Would you please output the lines from the one holding "refused the configuration." to the end of the entries, exactly and with no others?

-=-=-

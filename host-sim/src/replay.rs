//! Replay: a historian log through the kernel, tick by tick, with the same
//! zero-order hold and integer time as on the gateway; estimates, summary
//! and plots written to an output folder.
//!
//! Memory is constant in the log's length: the log is streamed (bounded
//! look-ahead), estimates are written as they are made, plots keep a bounded
//! number of decimated points, and only the lab file (a few rows per shift)
//! is held whole.

use std::fmt;
use std::fs::File;
use std::io::{BufWriter, Write};
use std::path::{Path, PathBuf};
use std::time::Instant;

use holdup_kernel::diagnostics::{
    diagnose, ClosureAlarm, ClosureConfig, ClosureMonitor, DeviceStatus, DiagnosticInputs,
};
use holdup_kernel::{Geometry, Inputs, Quality, Scalar, StatusFlags};
use serde_json::json;

use crate::correct::Corrector;
use crate::demo::CAUTION;
use crate::digits::Digits;
use crate::lab::{self, Comparison, LabError, LabResult};
use crate::log::{LogError, LogReader, SampleState};
use crate::plant::{OutletKind, Plant, ScalarKind, Signal};
use crate::plot::{Band, Color, Figure, Markers, Panel, Series};
use crate::to_kernel::{self, HostVessel, I, O};

/// What to replay and where to put the results.
#[derive(Clone, Debug)]
pub struct Request<'a> {
    /// The checked plant.
    pub plant: &'a Plant,
    /// Historian log.
    pub log: &'a Path,
    /// Optional lab results.
    pub lab: Option<&'a Path>,
    /// Output folder (created if missing).
    pub out_dir: &'a Path,
    /// Write one estimates row every this many ms of plant time (0: every tick).
    pub output_every_ms: u64,
    /// Show a progress indicator on the terminal.
    pub progress: bool,
}

/// Why a replay could not be done.
#[derive(Debug)]
pub enum ReplayError {
    /// The log cannot be read.
    Log(LogError),
    /// The lab file cannot be read.
    Lab(LabError),
    /// The kernel refused the configuration.
    Kernel {
        /// The configuration file.
        path: PathBuf,
        /// The kernel's message.
        message: &'static str,
    },
    /// The log holds no usable data.
    EmptyLog(PathBuf),
    /// Writing an output failed.
    Io {
        /// The file being written.
        path: PathBuf,
        /// The system's error.
        error: std::io::Error,
    },
}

-=-=-

• _WRITTEN RESPONSE_:
    /// The kernel refused the configuration.
    Kernel {
        /// The configuration file.
        path: PathBuf,
        /// The kernel's message.
        message: &'static str,
    },
    /// The log holds no usable data.
    EmptyLog(PathBuf),
    /// Writing an output failed.
    Io {
        /// The file being written.
        path: PathBuf,
        /// The system's error.
        error: std::io::Error,
    },
}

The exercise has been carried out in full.